3. [Sar1, Ile4, Ile8]-angiotensin II Potentiates Insulin Receptor Signalling and Glycogen Synthesis in Hepatocytes
Samra Joke Sanni, Steen Gammeltoft, Jakob Lerche Hansen, Christina Lyngsø Basic Clin Pharmacol Toxicol . 2018 May;122(5):460-469. doi: 10.1111/bcpt.12937.

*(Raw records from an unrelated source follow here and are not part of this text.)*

"""Architectures of torchvision 0.14 against PyTorch, and their published figures."""

import importlib.util
import pathlib
import shutil
import tempfile
import unittest

import conform

# MACs at 224x224 from the papers' own tables, with the tolerance that their rounding and
# torchvision's variants need:
#   ResNet: He et al. 2016, table 1 ("FLOPs" there are multiply-adds): 1.8e9 for 18 layers, 3.8e9
#   for 50. torchvision's ResNet-50 strides in the 3x3 convolution instead of the 1x1 before it
#   (its documentation: "ResNet V1.5"), which takes 4.1e9 (Goyal et al. 2017 describe the change).
#   MobileNetV2: Sandler et al. 2018, table 4: 300M.
#   VGG-11: from memory, no source: 7.6e9.
#   ViT-B/16: Touvron et al. 2021 (DeiT), table 5 and text: 17.6e9 for the same architecture.
PUBLISHED_MACS = {
    "resnet18": (1.8e9, 0.03),
    "resnet50": (4.1e9, 0.03),
    "mobilenet_v2": (300e6, 0.01),
    "vit_b_16": (17.6e9, 0.01),
}

# Logits' relative L2 error with direct kernels.
LOGITS_LIMIT = 1e-5

HAS_TORCHVISION = importlib.util.find_spec("torchvision") is not None


@unittest.skipUnless(HAS_TORCHVISION, "torchvision is not installed")
class Architectures(unittest.TestCase):
    def conforms(self, name, size=None):
        result = conform.conform(conform.tool_path(), name, size)
        print(conform.row(result))
        self.assertEqual(result.departures, [])
        self.assertLess(result.worst_ratio, 1.0)
        self.assertLess(result.logits_error, LOGITS_LIMIT)
        # The library's own metadata: num_params of each set of published weights.
        self.assertEqual(result.parameters, result.published_parameters)
        if size is None and name in PUBLISHED_MACS:
            expected, tolerance = PUBLISHED_MACS[name]
            self.assertLess(abs(result.macs - expected), tolerance * expected)
        return result

    def test_resnet18(self):
        self.conforms("resnet18")

    def test_resnet18_at_an_odd_size(self):
        self.conforms("resnet18", "229x173")

    def test_resnet50(self):
        self.conforms("resnet50")

    def test_mobilenet_v2(self):
        self.conforms("mobilenet_v2")

    def test_mobilenet_v2_at_an_odd_size(self):
        self.conforms("mobilenet_v2", "161x97")

    def test_vgg11(self):
        self.conforms("vgg11")

    def test_vit_b_16(self):
        self.conforms("vit_b_16")


@unittest.skipUnless(HAS_TORCHVISION, "torchvision is not installed")
class Shapes(unittest.TestCase):
    """What any practitioner would look up."""

    def described(self, name):
        folder = pathlib.Path(tempfile.mkdtemp(prefix="leadsman-shapes-"))
        self.addCleanup(shutil.rmtree, folder)
        conform.export_torchvision(name, folder)
        document = conform.run_json(conform.tool_path(), "describe", folder, "--json")
        return {layer["layer"]: layer["shape"] for layer in document["layers"]}

    def test_resnet50_as_in_table_1_of_he_et_al_2016(self):
        shapes = self.described("resnet50")
        self.assertEqual(shapes["conv1"], [1, 64, 112, 112])  # 64 kernels, output 112x112
        self.assertEqual(shapes["maxpool"], [1, 64, 56, 56])
        self.assertEqual(shapes["layer1.2.relu_2"], [1, 256, 56, 56])  # conv2_x
        self.assertEqual(shapes["layer2.0.conv2"], [1, 128, 28, 28])  # conv3_x: 128 channels
        self.assertEqual(shapes["layer3.0.conv2"], [1, 256, 14, 14])
        self.assertEqual(shapes["layer4.2.relu_2"], [1, 2048, 7, 7])  # the final map is 7x7
        self.assertEqual(shapes["fc"], [1, 1000])

    def test_vit_b_16_as_in_dosovitskiy_et_al_2021(self):
        shapes = self.described("vit_b_16")
        tokens = [shape for shape in shapes.values() if len(shape) == 3]
        # (224 / 16)^2 patches and the class token; width 768, MLP 3072 (table 1), 12 layers.
        self.assertIn([1, 197, 768], tokens)
        self.assertIn([1, 197, 3072], tokens)
        attention = [name for name in shapes if name.endswith(".attention")]
        self.assertEqual(len(attention), 12)


if __name__ == "__main__":
    unittest.main()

The angiotensin II type I receptor (AT1R) is involved in the regulation of cardiovascular function. Excessive activation of AT1R by angiotensin II (Ang II) leads to cardiovascular disease and may be involved in the development of insulin resistance and diabetes. Functionally selective Ang II analogues, such as the [Sar1, Ile4, Ile8]-angiotensin II (SII Ang II) analogue, that only activate a subset of signalling networks have been demonstrated to have beneficial effects on cardiovascular function in certain settings, including lowering blood pressure and increasing cardiac performance. Here, we studied the effect of SII Ang II on insulin receptor (IR) signalling and glucose metabolism in primary rat hepatocytes. We show that long-term pre-treatment of hepatocytes with SII Ang II increased insulin-stimulated glycogen synthesis, while Ang II and the AT1R antagonist losartan had no effect. Insulin-stimulated suppression of hepatic glucose output was not affected by Ang II or SII Ang II. It is well known that insulin regulates glycogen synthesis and glucose output through Akt-mediated phosphorylation of glycogen synthase kinase α/β (GSK3α/β) and forkhead box protein O1 (FOXO1), respectively. In line with this, we show that SII Ang II potentiated insulin-stimulated phosphorylation of Akt and GSK3α/β, but not FOXO1. Furthermore, we demonstrate that the effect of SII Ang II on insulin-stimulated signalling and glycogen synthesis was dependent on Src and Gαq, as inhibitors of these proteins abolished the potentiating effect of SII Ang II. Thus, our results demonstrate that SII Ang II may have a positive effect on IR signalling and glucose metabolism in hepatocytes.